And in Boston, just as in Washington, politicians don’t take responsibility for their role in causing the problem. Instead, they blame it all on the insurance companies. The Associated Press is reporting today that Massachusetts insurance commissioner Joseph Murphy is effectively instituting insurance price controls statewide, forcing insurers to absorb health-care inflation by themselves (h/t Mike Shedlock):

Insurance Commissioner Joseph Murphy said he had rejected 235 of 274 proposed rate increases because they included “excessive increases and rates unreasonable relative to the benefits provided.”

Blue Cross Blue Shield of Massachusetts, the state’s largest private insurer, said in a statement: “We share concerns about the current rate of premium increases, but arbitrary government price controls will not solve the problem and will likely cause unintended harmful consequences.”

Michael Widmer, president of the Massachusetts Taxpayers Foundation, which represents insurers, health care providers and an array of area businesses, termed the action “arbitrary and capricious.”

Is it conceivable that politics played a role in Murphy’s ruling?

The announcement had political overtones: Gov. Deval Patrick, a Democrat, is seeking re-election this fall against a field that includes Republican Charles Baker, the former president of Harvard Pilgrim Health Care.
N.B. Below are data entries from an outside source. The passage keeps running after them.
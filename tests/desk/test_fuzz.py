"""Anything sent to every route: no answer is a bug, and nobody unsigned writes."""

from __future__ import annotations

import re
from collections.abc import Iterator
from dataclasses import dataclass
from urllib.parse import quote

import pytest
from desk_bench import PASSWORD, Bench, form_in, kept, list_gauge, sign_in
from hypothesis import HealthCheck, given, settings
from hypothesis import strategies as st
from starlette.applications import Starlette
from starlette.testclient import TestClient

from sheets import pipeline

QUIET = settings(max_examples=120, deadline=None, suppress_health_check=[HealthCheck.function_scoped_fixture])
FORM = {"content-type": "application/x-www-form-urlencoded"}
FIELDS = [
    *("form", "name", "password", "to", "job", "why", "found", "left", "unreached", "gauge", "oil", "seal"),
    *("seal_number", "at", "people", "on", "accept_name", "accept_password", "accept_why", "accepted"),
    *("done", "adjuster", "where", "id", "d", "v", "tag"),
]
WORDS = st.one_of(
    st.text(max_size=30),
    st.sampled_from(["205", "215", "17", "whole", "2031-03-04", "12:00", "RV1", "Tom Ness", "1", "\0"]),
)
SAID = st.dictionaries(st.sampled_from(FIELDS), WORDS, max_size=12)


@dataclass
class Stage:
    """A works with everything in it, a stranger, and a technician who is signed in."""

    bench: Bench
    stranger: TestClient
    technician: TestClient
    record_id: str


@pytest.fixture(scope="module")
def stage(tmp_path_factory: pytest.TempPathFactory) -> Iterator[Stage]:
    bench = Bench(tmp_path_factory.mktemp("fuzz") / "works")
    list_gauge(bench.register)
    pipeline.set_user(bench.users, name="Tom Ness", role="technician", password=PASSWORD)
    issued = bench.issue(kept=kept())
    with bench.client(users=bench.users) as stranger:
        technician = TestClient(
            stranger.app,
            base_url=str(stranger.base_url),
            raise_server_exceptions=False,
            follow_redirects=False,
        )
        sign_in(technician)
        yield Stage(bench=bench, stranger=stranger, technician=technician, record_id=issued.record_id)


def routes(client: TestClient) -> list[tuple[str, str]]:
    """Method and path of every route of the application."""
    app = client.app.app  # type: ignore[attr-defined]  # the guard's
    assert isinstance(app, Starlette)
    return sorted((method, route.path) for route in app.routes for method in route.methods - {"HEAD"})  # type: ignore[attr-defined]  # plain routes


def path_of(path: str, record_id: str, part: str) -> str:
    """A path with its places filled: a known record, or anything."""
    path = path.replace("{record_id}", record_id if len(part) % 2 else quote(part, safe=""))
    return re.sub(r"\{\w+:int\}", "1", path)


def test_every_route_is_tried(stage: Stage) -> None:
    found = routes(stage.stranger)
    assert len(found) >= 19
    assert {path for method, path in found if method == "POST"} == {
        "/r/{record_id}/deviation/{number:int}",
        "/r/{record_id}/row/{row:int}",
        "/r/{record_id}/tag",
        "/sign-in",
        "/sign-out",
    }


@QUIET
@given(data=st.data())
def test_a_stranger_breaks_nothing_and_writes_nothing(stage: Stage, data: st.DataObject) -> None:
    method, path = data.draw(st.sampled_from(routes(stage.stranger)))
    said = data.draw(SAID)
    before = stage.bench.register.read_bytes()
    where = path_of(path, stage.record_id, data.draw(st.text(max_size=20)))
    if method == "POST":
        answer = stage.stranger.post(where, data=said)
    else:
        answer = stage.stranger.get(where, params=said)
    assert answer.status_code < 500
    assert "Traceback" not in answer.text
    assert stage.bench.register.read_bytes() == before
    stage.bench.clock.move(minutes=16)  # so that no count of tries keeps the next one out


@QUIET
@given(data=st.data())
def test_a_technician_breaks_nothing(stage: Stage, data: st.DataObject) -> None:
    if stage.technician.get("/sign-out").status_code != 200:
        sign_in(stage.technician)
    forms = [path for method, path in routes(stage.technician) if method == "POST" and path != "/sign-in"]
    path = path_of(data.draw(st.sampled_from(forms)), stage.record_id, "x")
    said = data.draw(SAID) | {"form": form_in(stage.technician.get("/sign-out"))}
    answer = stage.technician.post(path, data=said)
    assert answer.status_code < 500
    assert "Traceback" not in answer.text
    stage.bench.clock.move(minutes=2)


@QUIET
@given(body=st.binary(max_size=300))
def test_no_bytes_break_a_form(stage: Stage, body: bytes) -> None:
    for path in ("/sign-in", f"/r/{stage.record_id}/row/1"):
        assert stage.stranger.post(path, content=body, headers=FORM).status_code < 500
    stage.bench.clock.move(minutes=16)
Patrick is staking himself out as the guardian of small businesses and middle-class voters, and trying to cast Baker as an industry protector. The governor argues that small businesses are limiting their hiring because they cannot cope with double-digit health care premium increases…

“The governor’s actions today represent an election-year gimmick which fails to address the underlying causes of increased health care costs,” said Baker spokesman Rick Gorka.

Patrick aides sought to bring attention to the governor’s announcement by inviting reporters to his appearance at the Chelsea Clock Co. It occurred moments after the Division of Insurance released its statement.

The theatrics harkened back to testimony Patrick gave last month before a legislative committee reviewing the provider cost-increase cap. Aides also assembled reporters for that event, and Patrick emerged to accuse Baker and Treasurer Timothy Cahill, waging an independent run for governor, of inaction on the issue.

The insurance division rejected the rate filings through an emergency regulation announced by Governor Patrick in February.